Consumers, particularly in the lower-income category, are increasingly cooking meals at home as economic uncertainty and sticky inflation prompt them to be more discerning in their spending patterns, driving some market share losses for the company in April and May.
Chipotle focused on ramping up digital and social marketing, as well as promotions through its loyalty program to attract demand, while the launch of a new dip and the extension of the honey chicken item on its menu helped claw back some losses, the company said.
The company now expects annual comparable restaurant sales to be about flat year-over-year, while its prior target was for growth in the low single-digit range.

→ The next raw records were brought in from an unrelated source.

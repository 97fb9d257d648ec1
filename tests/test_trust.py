"""Standard errors, noise-aware flags, stop intervals, trusted summaries and data warnings."""

from __future__ import annotations

import warnings

import numpy as np
import osculate as osc
import pytest


def _helix(rng, n=400, sigma=0.05):
    # Helix x = a cos ωt, y = a sin ωt, z = c ω t: v = ω√(a²+c²), κ = a/(a²+c²), a_n = aω² (closed
    # forms for a helix).
    a, c, w = 10.0, 2.0, 0.3
    t = np.sort(rng.uniform(0.0, 20.0, n))
    p = np.column_stack([a * np.cos(w * t), a * np.sin(w * t), c * w * t])
    truth = {
        "speed": w * np.hypot(a, c),
        "curvature": a / (a * a + c * c),
        "accel_normal": a * w * w,
    }
    return t, p + rng.normal(0.0, sigma, p.shape), truth


def _clothoid_arc(rng, n=500, sigma=0.03):
    # Planar path at 5 m/s: a clothoid κ(s) = s/(A²) up to s = 40 m, then the circle of that
    # curvature. Truth by integrating the heading in closed form θ = s²/(2A²) (clothoid) and
    # θ₀ + κ₀(s − 40) (arc) with a fine trapezoid rule (reference, 1e-9).
    A2, s1, v = 1600.0, 40.0, 5.0
    s_fine = np.linspace(0.0, 120.0, 240001)
    kap = np.where(s_fine < s1, s_fine / A2, s1 / A2)
    theta = np.concatenate([[0.0], np.cumsum(0.5 * (kap[1:] + kap[:-1]) * np.diff(s_fine))])
    xf = np.concatenate(
        [[0.0], np.cumsum(0.5 * (np.cos(theta[1:]) + np.cos(theta[:-1])) * np.diff(s_fine))]
    )
    yf = np.concatenate(
        [[0.0], np.cumsum(0.5 * (np.sin(theta[1:]) + np.sin(theta[:-1])) * np.diff(s_fine))]
    )
    t = np.sort(rng.uniform(0.0, 120.0 / v, n))
    s = v * t
    p = np.column_stack([np.interp(s, s_fine, xf), np.interp(s, s_fine, yf)])
    k = np.interp(s, s_fine, kap)
    truth = {"speed": np.full(n, v), "curvature": k, "accel_normal": k * v * v}
    return t, p + rng.normal(0.0, sigma, p.shape), truth


_SHORT = (
    "measured below 85 %: the automatic window is chosen for the positions and leaves a bias in "
    "the derivatives that the band does not hold (0.7 × the window: 94 %)"
)
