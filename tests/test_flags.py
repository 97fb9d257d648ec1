"""osculate.flags: one bit per flag, the bits the report and the kernels use."""

import numpy as np
import osculate as osc
import pytest


def test_each_flag_is_its_own_bit():
    values = [int(f) for f in osc.Flag]
    assert all(v > 0 and v & (v - 1) == 0 for v in values)  # powers of two
    assert len(set(values)) == len(values)
    combined = osc.Flag.STOPPED | osc.Flag.GAP
    assert [f.name for f in osc.Flag if f & combined] == ["STOPPED", "GAP"]


def test_the_bits_the_demo_report_documents():
    # report.md tells readers of its tables every bit of osculate.Flag ("1 STOPPED, 2 STRAIGHT,
    # 4 EDGE, 8 GAP, 16 INVALID, 32 VAGUE").
    import inspect

    from osculate.report import _writing

    text = " ".join(inspect.getsource(_writing.run).split())
    for flag in osc.Flag:
        assert f"{int(flag)} {flag.name}" in text, flag.name


@pytest.mark.parametrize(
    "flag, make",
    [
        # At rest for the first 2 s of 5: STOPPED (speed 0 within any threshold).
        ("STOPPED", lambda t: np.column_stack([np.clip(t - 2.0, 0, None) ** 2, 0 * t])),
        # A straight line: STRAIGHT (curvature 0).
        ("STRAIGHT", lambda t: np.column_stack([t, 2 * t])),
    ],
)
def test_kernel_rows_carry_the_bit_of_their_flag(flag, make):
    t = np.linspace(0.0, 5.0, 51)
    x = make(t)
    x[25] = np.nan  # INVALID: a non-finite input row
    k = osc.kinematics(t, x, min_speed=1e-6)
    bits = np.asarray(k.flags)
    assert bits[25] & int(osc.Flag.INVALID)
    assert np.any(bits & int(osc.Flag[flag]))
    assert bits[0] & int(osc.Flag.EDGE) and bits[-1] & int(osc.Flag.EDGE)  # one-sided stencils
    assert np.array_equal(k.flagged(osc.Flag[flag]), (bits & int(osc.Flag[flag])) != 0)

“We believe Q2 sales miss and lowered annual guidance is reflective of macro headwinds… rather than executional missteps,” Andrew Charles, analyst at TD Cowen, said in a note.
The company is also investing in opening new stores and rolling out store equipment to increase efficiency, which, along with its marketing, should help drive some demand, RBC analyst Logan Reich said.
Chipotle has been more targeted with its price hikes even as menu prices have risen steeply over the past two years as restaurants and fast-food chains took stock of higher supply-chain costs.
Its forward price-to-earnings multiple — a common benchmark for valuing stocks — is 46.65, compared with rivals, including McDonald’s and Domino’s Pizza, which have a P/E ratio of 26.31 and 27.25, respectively.